Decreased agonist affinity and chloride conductance of mutant glycine receptors associated with human hereditary hyperekplexia

• Published in: The EMBO journal Vol. 13; no. 18; pp. 4223 - 4228
• Main Authors: Langosch, D., Laube, B., Rundström, N., Schmieden, V., Bormann, J., Betz, H.
• Format: Journal Article
• Language: English
• Published: London Nature Publishing Group 15.09.1994
• Subjects: Animals; Biological and medical sciences; chloride channels; Chloride Channels - genetics; Chloride Channels - physiology; Chlorides - metabolism; Electric Conductivity; Genes, Dominant; Glycine - pharmacology; glycine receptors; Headache. Facial pains. Syncopes. Epilepsia. Intracranial hypertension. Brain oedema. Cerebral palsy; hereditary diseases; Humans; hyperekplexia; Infant; man; Medical sciences; membrane currents; Mutation; Nervous system (semeiology, syndromes); Nervous System Diseases - etiology; Nervous System Diseases - genetics; Neurology; Oocytes; Receptors, Glycine - genetics; Receptors, Glycine - physiology; Reflex, Startle; RNA, Complementary - genetics; Strychnine - metabolism; Xenopus; Human; Ligand binding; Nervous system diseases; Agonist; Pathogenesis; Central nervous system; Electrophysiology; Chlorine ion; Ionic channel; Ionic current; In vitro; Cerebral disorder; Genetic disease; Glycine receptor; Central nervous system disease; Ionic conductance; Mutation; Startle epilepsy
• ISSN: 0261-4189; 1460-2075
• DOI: 10.1002/j.1460-2075.1994.tb06742.x

Hereditary hyperekplexia is a dominant neurological disorder associated with point mutations at the channel‐forming segment M2 of the glycine receptor alpha 1 subunit.
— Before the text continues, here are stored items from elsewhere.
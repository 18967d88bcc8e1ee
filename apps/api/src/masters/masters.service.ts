import { EntityManager, UniqueConstraintViolationException } from '@mikro-orm/postgresql';
import type { FilterQuery } from '@mikro-orm/core';
import { Injectable } from '@nestjs/common';
import type {
  ApiErrorDetail,
  CalibrationForm,
  CalibrationRecorded,
  CorrectionImpact,
  CreateMasterInput,
  GaugeListQuery,
  Master as MasterView,
  MasterDetail,
  Page,
  SessionUser,
} from '@evenset/contracts';
import { createHash } from 'node:crypto';
import { AuditService } from '../audit/audit.service';
import { certificatesOfParts } from '../certificates/certificate-impact';
import { NotFoundException, ValidationFailedException } from '../common/errors/domain.exception';
import { gaugeStatus, todayIso } from '../common/gauges/gauge-status';
import { listOptions, searchAny } from '../common/list-query';
import { toMm } from '../common/units/lengths';
import { CERTIFICATE_FIELD, type UploadedCertificate } from '../files/certificate-upload.interceptor';
import { detectCertificateType, safeFilename } from '../files/file-type';
import { FileMissingException, FileTypeRefusedException } from '../files/files.exception';
import { InspectionResult } from '../inspections/inspection-result.entity';
import { InspectionsService } from '../inspections/inspections.service';
import { Material } from '../materials/material.entity';
import { CalibrationCertificate } from './calibration-certificate.entity';
import { currentOf } from './current-calibration';
import { MasterCalibration } from './master-calibration.entity';
import { MasterGauge } from './master-gauge.entity';
import { GaugeCodeTakenException, GaugeRetiredException } from '../common/gauges/gauge.exception';
import { CalibrationAlreadySupersededException } from './masters.exception';

/** A calibrated size this far from nominal (1 %) is a slip of unit or digit, not a worn master. */
const SIZE_SANITY_FRACTION = 0.01;

export interface CertificateFile {
  filename: string;
  contentType: string;
  content: Buffer;
}

@Injectable()
export class MastersService {
  constructor(
    private readonly em: EntityManager,
    private readonly audit: AuditService,
    private readonly inspections: InspectionsService,
  ) {}

  async list(query: GaugeListQuery): Promise<Page<MasterView>> {
    const today = todayIso();
    const usable: FilterQuery<MasterGauge> = query.usable
      ? { retiredAt: null, currentCalibration: { dueOn: { $gte: today } } }
      : {};
    const [masters, total] = await this.em.findAndCount(
      MasterGauge,
      { $and: [searchAny<MasterGauge>(query.q, ['code', 'description']), usable] },
      listOptions(query, ['code', 'description', 'nominalMm', 'createdAt'], 'code'),
    );
    return { items: masters.map((m) => view(m, today)), total };
  }

  async detail(id: string): Promise<MasterDetail> {
    const master = await this.get(id);
    const calibrations = await this.calibrationsOf(master);
    const supersededBy = new Map(calibrations.flatMap((c) => (c.supersedes ? [[c.supersedes.id, c.id]] : [])));
    return {
      ...view(master, todayIso()),
      calibrations: calibrations.map((c) => c.toView(supersededBy.get(c.id) ?? null)),
    };
  }

  async create(actor: SessionUser, input: CreateMasterInput): Promise<MasterView> {
    const material = await this.em.findOne(Material, { id: input.materialId });
    if (!material) throw new ValidationFailedException([{ path: 'materialId', message: 'There is no such material.' }]);
    const master = this.em.create(MasterGauge, {
      code: input.code,
      description: input.description,
      nominalMm: toMm(input.nominal, input.unit),
      material,
      createdAt: new Date(),
      updatedAt: new Date(),
    });
    this.em.persist(master);
    this.audit.record(actor, {
      action: 'master.create',
      subjectType: 'master',
      subjectId: master.id,
      after: {
        code: master.code,
        description: master.description,
        nominalMm: master.nominalMm,
        material: material.name,
      },
    });
    try {
      await this.em.flush();
    } catch (error) {
      if (error instanceof UniqueConstraintViolationException) throw new GaugeCodeTakenException(input.code);
      throw error;
    }
    return view(master, todayIso());
  }

  async retire(actor: SessionUser, id: string, reason: string): Promise<MasterView> {
    const master = await this.get(id);
    if (master.retiredAt) throw new GaugeRetiredException(master.code);
    master.retiredAt = new Date();
    master.retiredReason = reason;
    this.audit.record(actor, { action: 'master.retire', subjectType: 'master', subjectId: master.id, reason });
    await this.em.flush();
    return view(master, todayIso());
  }

  /**
   * Records a calibration, or a correction superseding an earlier one; both stay on record. A
   * correction recomputes, in the same transaction, every inspection measured against the
   * superseded record and answers the parts whose verdict changes.
   */
  async addCalibration(
    actor: SessionUser,
    id: string,
    form: CalibrationForm,
    file: UploadedCertificate | undefined,
  ): Promise<CalibrationRecorded> {
    if (!file) throw new FileMissingException(CERTIFICATE_FIELD);
    const contentType = detectCertificateType(file.buffer);
    if (!contentType) throw new FileTypeRefusedException(CERTIFICATE_FIELD);
    const master = await this.get(id);
    if (master.retiredAt) throw new GaugeRetiredException(master.code);
    const calibratedSizeMm = toMm(form.calibratedSize, form.unit);
    this.checkPlausible(master, form, calibratedSizeMm);

    const calibrations = await this.calibrationsOf(master);
    const supersedes = form.supersedesId ? calibrations.find((c) => c.id === form.supersedesId) : undefined;
    if (form.supersedesId && !supersedes)
      throw new ValidationFailedException([
        { path: 'supersedesId', message: `There is no such calibration of ${master.code}.` },
      ]);
    if (supersedes && calibrations.some((c) => c.supersedes?.id === supersedes.id))
      throw new CalibrationAlreadySupersededException();

    const certificate = this.em.create(CalibrationCertificate, {
      filename: safeFilename(file.originalname, `${form.certificateNumber}-certificate`),
      contentType,
      sizeBytes: file.size,
      sha256: createHash('sha256').update(file.buffer).digest('hex'),
      content: file.buffer,
      createdAt: new Date(),
    });
    const calibration = this.em.create(MasterCalibration, {
      master,
      calibratedOn: form.calibratedOn,
      dueOn: form.dueOn,
      calibratedSizeMm,
      expandedUncertaintyMm: toMm(form.expandedUncertainty, form.unit),
      coverageFactor: form.coverageFactor,
      certificateNumber: form.certificateNumber,
      certificate,
      supersedes: supersedes ?? null,
      reason: form.reason ?? null,
      recordedById: actor.id,
      recordedByName: actor.displayName,
      createdAt: new Date(),
    });
    this.em.persist([certificate, calibration]);
    master.currentCalibration = currentOf([...calibrations, calibration]);
    this.audit.record(actor, {
      action: supersedes ? 'master.calibration-correct' : 'master.calibrate',
      subjectType: 'master',
      subjectId: master.id,
      before: supersedes ? calibrationSummary(supersedes) : undefined,
      after: { ...calibrationSummary(calibration), sha256: certificate.sha256 },
      reason: form.reason,
    });
    const certificates = supersedes ? await certificatesOfParts(this.em, await this.partsMeasuredWith(supersedes)) : [];
    const impact: CorrectionImpact | null = supersedes
      ? {
          ...(await this.inspections.recomputeForCorrection(actor, supersedes, calibration, form.reason ?? '')),
          certificates,
        }
      : null;
    try {
      await this.em.flush();
    } catch (error) {
      if (error instanceof UniqueConstraintViolationException) throw new CalibrationAlreadySupersededException();
      throw error;
    }
    return { ...(await this.detail(master.id)), impact };
  }

  async certificate(id: string, calibrationId: string): Promise<CertificateFile> {
    const calibration = await this.em.findOne(
      MasterCalibration,
      { id: calibrationId, master: id },
      { populate: ['certificate.content'] },
    );
    if (!calibration) throw new NotFoundException('This calibration certificate');
    const { filename, contentType, content } = calibration.certificate;
    return { filename, contentType, content };
  }

  /** Parts whose height in force was measured against `calibration` (those a correction recomputes). */
  private async partsMeasuredWith(calibration: MasterCalibration): Promise<string[]> {
    const results = await this.em.find(
      InspectionResult,
      { masterCalibration: calibration },
      { populate: ['inspection'] },
    );
    const inspections = [...new Map(results.map((r) => [r.inspection.id, r.inspection])).values()];
    const latest = await this.inspections.latestResults(inspections.map((i) => i.id));
    return inspections.filter((i) => latest.get(i.id)?.masterCalibration.id === calibration.id).map((i) => i.part.id);
  }

  private checkPlausible(master: MasterGauge, form: CalibrationForm, calibratedSizeMm: number): void {
    const problems: ApiErrorDetail[] = [];
    if (Math.abs(calibratedSizeMm - master.nominalMm) > SIZE_SANITY_FRACTION * master.nominalMm)
      problems.push({
        path: 'calibratedSize',
        message: `This is far from the nominal size (${master.nominalMm} mm); check the unit and the digits.`,
      });
    if (form.calibratedOn > todayIso())
      problems.push({ path: 'calibratedOn', message: 'The calibration date cannot be in the future.' });
    if (problems.length) throw new ValidationFailedException(problems);
  }

  private calibrationsOf(master: MasterGauge): Promise<MasterCalibration[]> {
    return this.em.find(MasterCalibration, { master }, { orderBy: { calibratedOn: 'desc', createdAt: 'desc' } });
  }

  private async get(id: string): Promise<MasterGauge> {
    const master = await this.em.findOne(MasterGauge, { id });
    if (!master) throw new NotFoundException('This master gauge');
    return master;
  }
}

function view(master: MasterGauge, today: string): MasterView {
  const current = master.currentCalibration;
  return {
    id: master.id,
    code: master.code,
    description: master.description,
    nominal: master.nominalMm,
    material: master.material.toView(),
    status: gaugeStatus(current?.dueOn ?? null, today, master.retiredAt !== null),
    current: current?.toView(null) ?? null,
    retiredAt: master.retiredAt?.toISOString() ?? null,
    retiredReason: master.retiredReason,
    createdAt: master.createdAt.toISOString(),
  };
}

function calibrationSummary(c: MasterCalibration): Record<string, unknown> {
  return {
    calibrationId: c.id,
    calibratedOn: c.calibratedOn,
    dueOn: c.dueOn,
    calibratedSizeMm: c.calibratedSizeMm,
    expandedUncertaintyMm: c.expandedUncertaintyMm,
    coverageFactor: c.coverageFactor,
    certificateNumber: c.certificateNumber,
  };
}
Voltage‐clamp recordings from the heterologously expressed mutants (alpha 1R271L or alpha 1R271Q) revealed 146‐ to 183‐fold decreased potencies of glycine to activate the chloride channel, and significantly reduced maximal whole‐cell currents as compared with wild‐type receptors. In contrast, the ability of the competitive antagonist strychnine to block glycine‐induced currents was similar in all cases. Radioligand binding assays showed a 90‐ to 1365‐fold reduction in the ability of glycine to displace [3H]strychnine from its binding site on the mutant receptors. Paralleling the reductions in whole‐cell current, the elementary main‐state conductances of the mutants (alpha 1R271L, 64 pS; alpha 1R271Q, 14 pS) were lower than that of the wild‐type receptor (86 pS). The decreased agonist affinities and chloride conductances of the mutants are likely to cause neural hyperexcitability of affected patients by impairing glycinergic inhibition. In addition, our data reveal that structural modifications of the ion‐channel region can affect agonist binding to the glycine receptor.